Joseph Gordon-Levitt (2015's "
The Walk") commits himself to the challenge of capturing the real Edward Snowden's vocal tone and arch mannerisms, and he does it exceptionally well. As a protagonist, though, this isn't the most sympathetic of characters; he is reserved, emotionally chilly and self-serving almost to a fault. Despite claims he is leaking information so others will be informed, his actions and demeanor tell a different story. This is his world, and everyone else simply happens to be living in it. As the patient yet understandably questioning Lindsay, Shailene Woodley (2016's "
Allegiant") breaks free from her sometimes appallingly artificial wig to make the most of a fairly standard girlfriend role. Woodley finds the truth in Lindsay's predicament, uprooting herself time and again to support Edward even as she is kept in the dark about his work. All other actors are gravely underutilized, most notably Melissa Leo (2013's "
Prisoners") and Zachary Quinto (2016's "
Star Trek Beyond") as Laura Poitras and Glenn Greenwald, Tom Wilkinson (2016's "
The Choice") as
The Guardian's Defense and Intelligence correspondent Ewen MacAskill, and Nicolas Cage (2015's "
Pay the Ghost") as CIA training center counselor Hank Forrester.
"Snowden" moves back and forth through time but, save for one tense set-piece where Edward covertly attempts to make off with an SD card of restricted information he has hidden in a Rubik's cube, rarely strays from a flat, conventional narrative path.
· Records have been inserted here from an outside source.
import { useCallback, useMemo, useState } from 'react';
import { EVENT_WORDS, type EventKind } from '#shared/domain/event-kinds';
import { readLabel, type LabelReading } from '#shared/domain/labels/label-payload';
import type { MembershipSummary } from '#shared/schemas/auth';
import type { RecordedEvent } from '#shared/schemas/events';
import type { RoundItemView } from '#shared/schemas/rounds';
import { NoCollection } from '@/app/layout/no-collection';
import { useShell } from '@/app/layout/use-shell';
import { LabelTargetPanel } from '@/app/panels/label-target-panel';
import { useAnimalList } from '@/features/animals/api/list-animals';
import { useRound } from '@/features/rounds/api/get-round';
import { useRecordOutcome } from '@/features/rounds/api/record-outcome';
import { UndoToast } from '@/features/rounds/components/undo-toast';
import { NfcReader } from '@/features/scan/components/nfc-reader';
import { PhotoScan } from '@/features/scan/components/photo-scan';
import { QrCamera } from '@/features/scan/components/qr-camera';
import { TypeCodeForm } from '@/features/scan/components/type-code-form';
import { resolveLabel, type LabelSource, type LabelTarget } from '@/features/scan/resolve-label';
import { nfcAvailable } from '@/lib/web-nfc';

interface LastTap {
  event: RecordedEvent;
  animal: RoundItemView['animal'];
}

/** What a scan or a typed code can lead to that is no animal: the code box stays for another try. */
const FAILED = new Set<LabelTarget['kind']>([
  'unknown_code',
  'not_on_round',
  'list_missing',
  'malformed',
  'foreign',
]);

/** A short buzz where the phone can (Vibration API; not on iOS), so the keeper need not look. */
const buzz = () => navigator.vibrate?.(60);

export function ScanRoute() {
  const { me, collection, chooseCollection } = useShell();
  if (!collection) return <NoCollection />;
  return (
    <Scanner
      userId={me.user.id}
      myName={me.user.displayName}
      memberships={me.memberships}
      collection={collection}
      chooseCollection={chooseCollection}
    />
  );
}

interface ScannerProps {
  userId: string;
  myName: string;
  memberships: MembershipSummary[];
  collection: MembershipSummary;
  chooseCollection: (collectionId: string) => void;
}

function Scanner({ userId, myName, memberships, collection, chooseCollection }: ScannerProps) {
  const { collectionId, timeZone } = collection;
  const { local } = useRound(userId, collectionId, 'today');
  const keeper = collection.role !== 'helper';
  const directory = useAnimalList(collectionId, keeper);
  const record = useRecordOutcome({ userId, byName: myName, collectionId });
  const [reading, setReading] = useState<LabelReading | null>(null);
  const [via, setVia] = useState<LabelSource>('qr');
  const [nfc] = useState(nfcAvailable);
  const [walkMode, setWalkMode] = useState(true);
  const [last, setLast] = useState<LastTap | null>(null);
  const closeToast = useCallback(() => setLast(null), []);

  const target = useMemo(
    () =>
      reading &&
      resolveLabel(reading, {
        collection,
        memberships,
        roundItems: local.data?.round.items ?? [],
        animals: keeper ? directory.data?.animals : null,
      }),
    [reading, collection, memberships, local.data, keeper, directory.data],
  );

  const failed = !!target && FAILED.has(target.kind);

  const onScan = useCallback((text: string) => {
    buzz();
    setVia('qr');
    setReading(readLabel(text));
  }, []);

  // A tag opens what its label's QR opens: the same reading, resolved the same way. The next
  // tag replaces whatever is open, as walking on to the next enclosure does.
  const onTag = useCallback((tagReading: LabelReading) => {
    buzz();
    setVia('nfc');
    setReading(tagReading);
  }, []);

  const onRecord = (item: RoundItemView, kind: EventKind, payload?: Record<string, unknown>) => {
    void record(item.animal, kind, payload).then((event) => {
      buzz();
      setLast({ event, animal: item.animal });
      // Walk mode: one tap, then straight back to the camera for the next enclosure.
      if (walkMode) setReading(null);
    });
  };

  return (
    <div className="flex flex-col gap-3">
      <h1 className="text-3xl font-extrabold">Scan</h1>
      <label className="flex min-h-target cursor-pointer items-center gap-3 font-bold">
        <input
          type="checkbox"
          checked={walkMode}
          onChange={(e) => setWalkMode(e.target.checked)}
          className="size-6 accent-[var(--c-primary)]"
        />
        Walk mode: back to the camera after each tap
      </label>
      {nfc && <NfcReader onReading={onTag} />}
      {target && (
        <section aria-label="Scanned label" className="flex flex-col gap-3">
          <LabelTargetPanel
            key={`${via}:${JSON.stringify(reading)}`}
            target={target}
            via={via}
            timeZone={timeZone}
            myName={myName}
            onRecord={onRecord}
            onNext={() => setReading(null)}
            onSwitchCollection={chooseCollection}
            openRecord={keeper}
            nextWord="Scan next"
          />
        </section>
      )}
      {/* After a code that leads nowhere, the code box stays, with what was typed, to correct it. */}
      <div className={target && !failed ? 'hidden' : 'flex flex-col gap-3'}>
        <div className={target ? 'hidden' : 'contents'}>
          <QrCamera active={!target} onScan={onScan} />
        </div>
        <TypeCodeForm
          clear={!reading}
          onCode={(text) => {
            setVia('qr');
            setReading(readLabel(text));
          }}
        />
        <div className={target ? 'hidden' : 'contents'}>
          <PhotoScan onScan={onScan} />
        </div>
      </div>
      {last && (
        <UndoToast
          message={`${EVENT_WORDS[last.event.kind]} · ${last.animal.name} (${last.animal.labelCode})`}
          onUndo={() => void record(last.animal, 'void', { targetId: last.event.id })}
          onClose={closeToast}
        />
      )}
    </div>
  );
}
Several times throughout, longing memories of Michael Mann's underappreciated 2015 cyber-suspenser "
Blackhat" drifted to minda significantly more dynamic and visually exciting film touching upon similar themes. For viewers not terribly familiar with Snowden or "Citizenfour," the picture will prove informative but one-sided, the potential negative consequences of what this young man did treated as afterthoughts while the closing credits roll. This subject calls for a fairer-balanced treatment that weighs and considers all angles rather than serves to stroke Snowden's ego. Alas, this latter point is by and large what Oliver Stone does, going so far as to allow Snowden himself to take over the role in the final moments. The last shot, observing him looking off bravely and triumphantly in profile, is self-aggrandizing in the most shameless way imaginable. With "Snowden," the hard-hitting, frequently lacerating director behind "Platoon," "JFK," "Natural Born Killers" and "U-Turn" is barely distinguishable.